München, Juli 1923. Eine Buchhalterin wird mit aufgeschlitzter Kehle in ihrer Wohnung aufgefunden. Als wenig später noch ein verwahrlostes Mädchen ermordet wird, überschlagen sich die Ereignisse. Ein jüdischer Lumpensammler wird gejagt, rechte Kreise machen mobil, und Kommissär Reitmeyer hat alle Hände voll zu tun.

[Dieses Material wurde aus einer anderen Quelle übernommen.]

#include "solve/scatter_sum.hpp"

#include "core/error.hpp"

namespace pcasweep {

ScatterSum::ScatterSum(Eigen::Index d) : mean_(Eigen::VectorXd::Zero(d)), scatter_(Eigen::MatrixXd::Zero(d, d)) {}

void ScatterSum::add(const ScatterSource& block) {
  if (block.cols() != mean_.size()) {
    throw usage_error("a file has d = " + std::to_string(block.cols()) + " variables per observation, the shared basis " +
                      std::to_string(mean_.size()));
  }
  const Eigen::Index nb = block.rows();
  if (nb == 0) return;
  const Eigen::MatrixXd mb = block.scatter();
  if (n_ == 0) {
    n_ = nb;
    mean_ = block.mean();
    scatter_ = mb;
  } else {
    const double na = double(n_), nbd = double(nb), n = na + nbd;
    const Eigen::VectorXd delta = block.mean() - mean_;
    mean_ += delta * (nbd / n);
    scatter_ += mb;
    scatter_.noalias() += (delta * delta.transpose()) * (na * nbd / n);
    n_ += nb;
  }
  ++blocks_;
}

}  // namespace pcasweep
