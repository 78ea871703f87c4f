// pcasweep/solve/solve_report.hpp — how a basis was solved, apart from the basis.
//
// Contract: a SolveReport says which solver ran, why, in what precision its
// products with the data ran, and, for the randomized solver, every figure
// of its run and its a-posteriori error estimates. It describes a solve; the
// Basis (solve/basis.hpp) is the value the solve produced, and can be saved,
// loaded and reused without it. solve() returns both in a Solution.
#pragma once

#include <Eigen/Dense>
#include <cstdint>
#include <string>

#include "solve/basis.hpp"

namespace pcasweep {

struct SolveReport {
  std::string solver;                // "exact" or "randomized" ("loaded" or "dct" for a basis from elsewhere)
  std::string reason;                // why this solver ran, in words
  std::string precision = "double";  // of the products with the data: "double" or "single"

  // Filled by the randomized solver (solve/randomized.hpp); left as below by exact.
  std::string scheme;            // "block Krylov" (adaptive default) or "power iterations" (fixed q)
  Eigen::Index sample_size = 0;  // l = r + oversample, test vectors actually used (per Krylov block)
  Eigen::Index krylov_width = 0; // block Krylov: columns of the whole Krylov space (0 for power iterations)
  int oversample = 0;            // p
  int passes = 0;                // products with the data (A_c·W or A_cᵀ·Q), 2q+2 for q power iterations
  std::uint64_t seed = 0;        // test-matrix seed
  bool converged = true;         // adaptive rule met its tolerance (false: stopped at the pass cap)
  // Largest move of any of the leading r eigenvalue estimates at the last
  // step, relative to that eigenvalue (block Krylov: never to less than 1e-9
  // of the total variance); NaN when there was no earlier estimate.
  double last_relative_change = 0.0;
  // ‖A_c − P·A_c‖²_F/(N−1), P the projector on the l-dimensional sampled subspace
  // (block Krylov: the span of the l leading Ritz vectors): the variance that
  // subspace misses, = total_variance − Σ of all l captured σ²/(N−1).
  double subspace_residual = 0.0;
  // Rounding floor of that subtraction (Higham's γ_n·‖A_c‖²_F/(N−1), n = N + d);
  // a residual below it is clamped to it and only "≤ floor" is known.
  double residual_floor = 0.0;
  // Estimated relative excess of this basis's rank-r Frobenius error over the
  // optimal rank-r error (√(ours²/optimal²) − 1), extrapolated from the last
  // passes' convergence; 0 for the exact solver, NaN when it cannot be estimated.
  double optimality_gap_estimate = 0.0;
};

// What a solver returns: the basis and how it was found.
struct Solution {
  Basis basis;
  SolveReport report;
};

}  // namespace pcasweep
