#include "solve/exact.hpp"

#include "core/error.hpp"
#include "solve/symmetric_eigen.hpp"

namespace pcasweep {

Solution solve_exact(const ScatterSource& source) {
  const Eigen::Index n = source.rows();
  if (n < 2) throw data_error("need at least 2 observations to estimate a covariance, got " + std::to_string(n));
  const double denom = double(n - 1);
  Eigen::MatrixXd covariance = source.scatter() / denom;

  Basis basis;
  basis.mean = source.mean();
  basis.observation_count = n;
  basis.variable_variances = source.column_sums_of_squares() / denom;
  basis.total_variance = basis.variable_variances.sum();

  SymmetricEigen eig = symmetric_eigen(covariance, true);
  basis.eigenvalues = std::move(eig.values);
  basis.components = std::move(eig.vectors);
  // Round-off can leave the smallest eigenvalues a hair below zero; a
  // covariance is positive semidefinite, so clamp them to 0.
  basis.eigenvalues = basis.eigenvalues.cwiseMax(0.0);
  apply_sign_convention(basis.components);
  SolveReport report;
  report.solver = "exact";
  return {std::move(basis), std::move(report)};
}

}  // namespace pcasweep
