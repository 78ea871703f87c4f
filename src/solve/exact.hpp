// pcasweep/solve/exact.hpp — PCA through the covariance matrix.
//
// Contract: forms the d×d sample covariance S = A_cᵀA_c/(N−1) from the
// scatter of a ScatterSource (an operator accumulates it in blocks, in
// parallel; a ScatterSum has it already), solves it with the symmetric
// eigensolver of solve/symmetric_eigen.hpp, and returns every one of the d
// eigenpairs, the (near-)zero ones included. Cost O(N·d² + d³), memory O(d²): the path for
// small d (patches, bands).
#pragma once

#include "solve/scatter_source.hpp"
#include "solve/solve_report.hpp"

namespace pcasweep {

// source: the centred data's moments, N×d with N >= 2 (any CenteredOperator
// is one). Returns a complete Basis (r = d: components d×d, eigenvalues d)
// and a report naming the solver "exact" (reason left empty for the caller).
// Throws Error(data) if N < 2 (a covariance needs two observations).
Solution solve_exact(const ScatterSource& source);

}  // namespace pcasweep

Eine solide Krimistory mit feinem Zeit- und Lokalkolorit. Ich habe mich ertappt, wie ich auf das Auftreten von Kommissär Grandauer gewartet habe. Dass nämlich an allen Ecken und Enden Willy Puruckers grandiose "Löwengrube" durchschimmert, darf sich Angelika Felenda für meine Begriffe durchaus als Kompliment ans Revers heften.
Für Leser_innen, die mit den Umständen der Zeit vertraut sind, wir vielleicht ein kleines Bisschen zu viel erklärt (das bekommt Volker Kutscher mit seinen Krimis irgendwie eleganter hin), aber dem Lesespaß tuts keinen Abbruch. Ich werde mir weitere Bände der Reihe gönnen, das steht fest.